▸ **WORK ITEM**: Return, exactly as written, every line from the first line of the data below through the line that contains "real-gas densities from".

(Saved entries)
────────────────────

"""Gauge readings and re-baselines: the use cases the command line and the console share.

A reading (tank pressure and temperature) becomes a propellant estimate through core.gauging, with
real-gas densities from CoolProp (ledger.realgas, imported only here and only when a reading is
computed) and liquid correlations from core.liquids. The estimate, its sigma and the comparison with
the bookkeeping at that time are stored in the entry, so reading the ledger later needs no CoolProp.
A re-baseline adopts the inverse-variance combination of a stored reading and the bookkeeping.
"""
from __future__ import annotations

from dataclasses import asdict, replace
from functools import partial
from typing import Any

import numpy as np

from ..core import liquids
from ..core.booksigma import bookkeeping_sigma
from ..core.craft import Tank
from ..core.entries import BURN, GAUGE, REBASELINE, USE
from ..core.fluids import canonical_gas, is_gas_name
from ..core.gauging import GaugeSigmas, TwoPhaseGauge, blowdown_estimate, gas_stored_estimate
from ..core.reconcile import reconcile
from ..core.replay import steps_from_events
from ..errors import InputError
from .ledger import Ledger, Snapshot
from .records import adopted_by, clean_text
from .timefmt import iso, now

BLOWDOWN, GAS = "blowdown PVT", "gas density"
LIMIT_SIGMAS = 3.0
GAS_FULL_SCALE_PA = 20.0e6
"""Assumed transducer full scale of a gas-stored tank (xenon, cold-gas bottles), 0.5 % of it taken as
the default pressure sigma: 100 kPa [practice]. Liquid blowdown tanks keep GaugeSigmas' 3 MPa scale."""
SAMPLES, SEED = 20_000, 0
TWO_PHASE = "two-phase"
GAS_OFFSET_AFTER_BURN_K, GAS_OFFSET_SETTLED_K = 1.0, 0.5


def tank_of(snap: Snapshot, tank_id: str) -> Tank:
    if tank_id not in snap.craft.tank_ids:
        raise InputError(f"--tank: unknown tank '{tank_id}' (tanks: {', '.join(snap.craft.tank_ids)})")
    return snap.craft.tanks[snap.craft.tank_index(tank_id)]


def method_for(tank: Tank) -> str:
    """How this tank can be gauged, or one line saying what the craft file lacks."""
    try:
        gas = is_gas_name(tank.fluid)
    except ValueError as exc:
        raise InputError(f"tank {tank.id}: {exc}") from None
    if gas:
        if tank.volume_m3 is None:
            raise InputError(f"tank {tank.id} ({tank.fluid}, gas-stored): the craft file gives no `volume`;"
                             " mass = density(P, T) x volume needs it")
        return GAS
    missing = [name for name, value in (("`volume`", tank.volume_m3), ("`pressurant: {gas, pressure, temperature}`",
                                                                      tank.pressurant)) if value is None]
    if missing:
        raise InputError(f"tank {tank.id} ({tank.fluid}): the craft file gives no {' and no '.join(missing)};"
                         " PVT needs a blowdown tank's volume and pressurant loading conditions (a pressure-"
                         "regulated tank's pressure is set by its regulator and says nothing of its propellant)")
    try:
        canonical_gas(tank.pressurant.gas)
    except ValueError as exc:
        raise InputError(f"tank {tank.id} pressurant: {exc}") from None
    return BLOWDOWN


SETTLING_S = 12 * 3600.0
"""A reading within this long after a firing that drew from the tank counts as "after a burn": the
pressurant has not settled to the wall's temperature (gas-temperature offset sigma 1 K then, 0.5 K
otherwise; project choice [practice], issue 12 point 5)."""


def after_burn(snap: Snapshot, tank_id: str, at: float) -> bool:
    """Whether an engine feeding ``tank_id`` fired (burn or use) in the SETTLING_S before ``at``."""
    feeding = {e.id for e in snap.craft.engines if tank_id in e.feeds}
    return any(e.kind in (BURN, USE) and e.data.get("engine") in feeding and at - SETTLING_S <= e.at <= at
               for e in snap.resolved.events)


def default_sigmas(tank: Tank, pressure_sigma_pa: float | None = None,
                   temperature_sigma_k: float | None = None,
                   gas_temperature_offset_k: float | None = None) -> GaugeSigmas:
    """GaugeSigmas for this tank: the fluid's own correlation sigmas, the sensor sigmas if given. The
    pressurant's offset from the wall sensor (liquid tanks only) stays None unless given: the reading's
    time decides it (``after_burn``)."""
    s = GaugeSigmas()
    if method_for(tank) == GAS:
        if gas_temperature_offset_k is not None:
            raise InputError(f"--gas-temperature-offset: tank {tank.id} is gas-stored ({tank.fluid}): the sensor reads "
                             "the propellant itself; give its uncertainty as --temperature-sigma")
        s = replace(s, pressure_pa=0.005 * GAS_FULL_SCALE_PA)
    else:
        s = replace(s, liquid_density_rel=liquids.density_sigma_rel(tank.fluid),
                    vapour_pressure_rel=liquids.vapour_pressure_sigma_rel(tank.fluid))
    if pressure_sigma_pa is not None:
        s = replace(s, pressure_pa=float(pressure_sigma_pa))
    if temperature_sigma_k is not None:
        s = replace(s, temperature_k=float(temperature_sigma_k))
    if gas_temperature_offset_k is not None:
        if not (np.isfinite(gas_temperature_offset_k) and gas_temperature_offset_k >= 0):
            raise InputError(f"--gas-temperature-offset: expected a sigma of 0 K or more, got {gas_temperature_offset_k!r}")
        s = replace(s, gas_temperature_offset_k=float(gas_temperature_offset_k))
    return s


def bookkeeping_at(snap: Snapshot, tank_id: str, at: float) -> tuple[float, float, int]:
    """Bookkeeping remaining in a tank after every event up to ``at``, its sigma, and how many events."""
    events = snap.resolved.events
    ats = np.fromiter((e.at for e in events), dtype=float, count=len(events))
    k = int(np.searchsorted(ats, at, side="right"))
    t = snap.craft.tank_index(tank_id)
    value = float(snap.replay.remaining[k - 1, t]) if k else float(snap.craft.tanks[t].load_kg)
    view = snap.blowdown
    if view is not None and view.flown is not None:  # performance tables: each draw at its own Isp and thrust
        from ..core.blowcap import event_performance  # noqa: PLC0415

        steps = steps_from_events(snap.craft, events)
        isp, thrust = event_performance(view.model, view.flown, steps.is_burn)
        sigma = float(bookkeeping_sigma(snap.craft, events, steps, snap.replay, upto=k, isp_at=isp,
                                        thrust_at=thrust)[t])
        return value, sigma, k
    flight = snap.flight_events
    steps = steps_from_events(snap.flight_craft, flight)
    sigma = float(bookkeeping_sigma(snap.flight_craft, flight, steps, snap.replay, upto=k)[t])
    return value, sigma, k


def _estimate(tank: Tank, method: str, p: float, t: float, s: GaugeSigmas) -> tuple[float, float, dict]:
    """Nominal mass, sigma and the intermediate values behind them (CoolProp loads here)."""
    from .. import realgas  # noqa: PLC0415 - CoolProp only when a reading is computed

    if method == GAS:
        g = gas_stored_estimate(tank.volume_m3, p, t, partial(realgas.gas_density, tank.fluid, allow_nan=True), s,
                                n_samples=SAMPLES, seed=SEED, saturation=realgas.saturation(tank.fluid))
        if isinstance(g, TwoPhaseGauge):
            return None, None, asdict(g)
    else:
        pr = tank.pressurant
        p_vap0 = liquids.vapour_pressure(tank.fluid, pr.temperature_k)
        g = blowdown_estimate(
            tank.volume_m3, tank.load_kg, pr.temperature_k, pr.pressure_pa - p_vap0, p, t,
            partial(liquids.liquid_density, tank.fluid), partial(liquids.vapour_pressure, tank.fluid),
            partial(realgas.gas_density, pr.gas), s, n_samples=SAMPLES, seed=SEED,
            temperature_limits_k=liquids.valid_range_k(tank.fluid))
    details = {k: v for k, v in asdict(g).items() if k not in ("propellant_kg", "sigma_kg")}
    return g.propellant_kg, g.sigma_kg, details


def _reading(snap: Snapshot, tank_id: str, pressure_pa: float, temperature_k: float,
             sigmas: GaugeSigmas | None, at: float) -> dict[str, Any]:
    """The gauge entry's payload: inputs, estimate, bookkeeping then, and the reconciliation."""
    tank = tank_of(snap, tank_id)
    method = method_for(tank)
    for name, value in (("--pressure", pressure_pa), ("--temperature", temperature_k)):
        if not (isinstance(value, (int, float)) and np.isfinite(value) and value > 0):
            raise InputError(f"{name}: expected a finite value greater than zero, got {value!r}")
    s = sigmas if sigmas is not None else default_sigmas(tank)
    if method != GAS and s.gas_temperature_offset_k is None:
        s = replace(s, gas_temperature_offset_k=GAS_OFFSET_AFTER_BURN_K if after_burn(snap, tank_id, at)
                    else GAS_OFFSET_SETTLED_K)
    elif method == GAS:
        s = replace(s, gas_temperature_offset_k=0.0)
    book_kg, book_sigma, _ = bookkeeping_at(snap, tank_id, at)
    try:
        mass, sigma, details = _estimate(tank, method, float(pressure_pa), float(temperature_k), s)
        rec = None if mass is None else reconcile(mass, sigma, book_kg, book_sigma, LIMIT_SIGMAS)
    except ValueError as exc:
        raise InputError(f"tank {tank_id}: {str(exc).splitlines()[0] if str(exc) else type(exc).__name__}") from None
    if rec is None:
        return _two_phase_payload(tank, method, float(pressure_pa), float(temperature_k), s, book_kg, book_sigma,
                                  details)
    return {
        "tank": tank_id, "fluid": tank.fluid, "method": method,
        "pressure_pa": float(pressure_pa), "temperature_k": float(temperature_k),
        "pressure_sigma_pa": s.pressure_pa, "temperature_sigma_k": s.temperature_k,
        "propellant_kg": mass, "sigma_kg": sigma,
        "bookkeeping_kg": book_kg, "bookkeeping_sigma_kg": book_sigma,
        "difference_kg": rec.difference_kg, "combined_sigma_kg": rec.combined_sigma_kg,
        "difference_sigma": rec.difference_sigmas, "flagged": rec.beyond_limit, "limit_sigma": rec.limit_sigmas,
        "rebaseline_kg": rec.rebaseline_kg, "rebaseline_sigma_kg": rec.rebaseline_sigma_kg,
        "sigmas": asdict(s), "details": details,
    }


def _two_phase_payload(tank: Tank, method: str, p: float, t: float, s: GaugeSigmas, book_kg: float,
                       book_sigma: float, details: dict) -> dict[str, Any]:
    """A reading on the saturation line: the mass range and the bookkeeping then, no point estimate, no
    comparison in sigmas and nothing a re-baseline could adopt."""
    inside = details["min_kg"] - 1e-9 <= book_kg <= details["max_kg"] + 1e-9
    return {
        "tank": tank.id, "fluid": tank.fluid, "method": method, "phase": TWO_PHASE,
        "pressure_pa": p, "temperature_k": t, "pressure_sigma_pa": s.pressure_pa, "temperature_sigma_k": s.temperature_k,
        "min_kg": details["min_kg"], "max_kg": details["max_kg"],
        "bookkeeping_kg": book_kg, "bookkeeping_sigma_kg": book_sigma, "bookkeeping_in_range": bool(inside),
        "flagged": False, "limit_sigma": LIMIT_SIGMAS,
        "rebaseline_refused": (f"two-phase reading: liquid and vapour coexist at {p / 1e6:.4g} MPa, {t:.2f} K, so any "
                               f"mass from {details['min_kg']:.3f} to {details['max_kg']:.3f} kg fits it; it fixes no "
                               "value to adopt (read it again away from the saturation line, e.g. after heating)"),
        "sigmas": asdict(s), "details": details,
    }


def gauge_reading(snapshot: Snapshot, tank_id: str, pressure_pa: float, temperature_k: float,
                  sigmas: GaugeSigmas | None = None, at: float | None = None) -> dict[str, Any]:
    """Estimate and comparison for one reading, nothing written. ``at`` (POSIX s) defaults to now;
    the bookkeeping compared with is the replay of every event up to it."""
    at = now() if at is None else float(at)
    payload = _reading(snapshot, tank_id, pressure_pa, temperature_k, sigmas, at)
    return {**payload, **_pressure_check(snapshot, payload, at), "at": iso(at)}


def _pressure_check(snap: Snapshot, payload: dict[str, Any], at: float) -> dict[str, Any]:
    """For a blowdown tank: the pressure predicted from the bookkeeping beside the measured one, in sigma
    (a second reconciliation beside the mass comparison; shown, not stored)."""
    if snap.blowdown is None:
        return {}
    from .blowdown import predicted_at_reading  # noqa: PLC0415

    return predicted_at_reading(snap.blowdown, snap.replay, snap.resolved.events, snap.craft, payload, at) or {}


def record_gauge(ledger: Ledger, tank_id: str, pressure_pa: float, temperature_k: float,
                 sigmas: GaugeSigmas | None = None, *, at: float | None = None, by: str | None = None,
                 note: str | None = None, dry_run: bool = False) -> dict[str, Any]:
    """Compute a reading and append it as a gauge entry (unless ``dry_run``). Returns the reading with
    ``id`` (None on a dry run) and any warnings the new entry raises."""
    snap = ledger.snapshot()
    at = now() if at is None else float(at)
    payload = _reading(snap, tank_id, pressure_pa, temperature_k, sigmas, at)
    out = {**payload, **_pressure_check(snap, payload, at), "at": iso(at), "id": None, "dry_run": bool(dry_run),
           "warnings": []}
    if not dry_run:
        stored, warnings = ledger.record(GAUGE, payload, at=at, by=by, note=note, snap=snap)
        out.update(id=stored["seq"], warnings=warnings)
    return out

────────────────────

▸ **THE ANSWER**:
"""Gauge readings and re-baselines: the use cases the command line and the console share.

A reading (tank pressure and temperature) becomes a propellant estimate through core.gauging, with
real-gas densities from CoolProp (ledger.realgas, imported only here and only when a reading is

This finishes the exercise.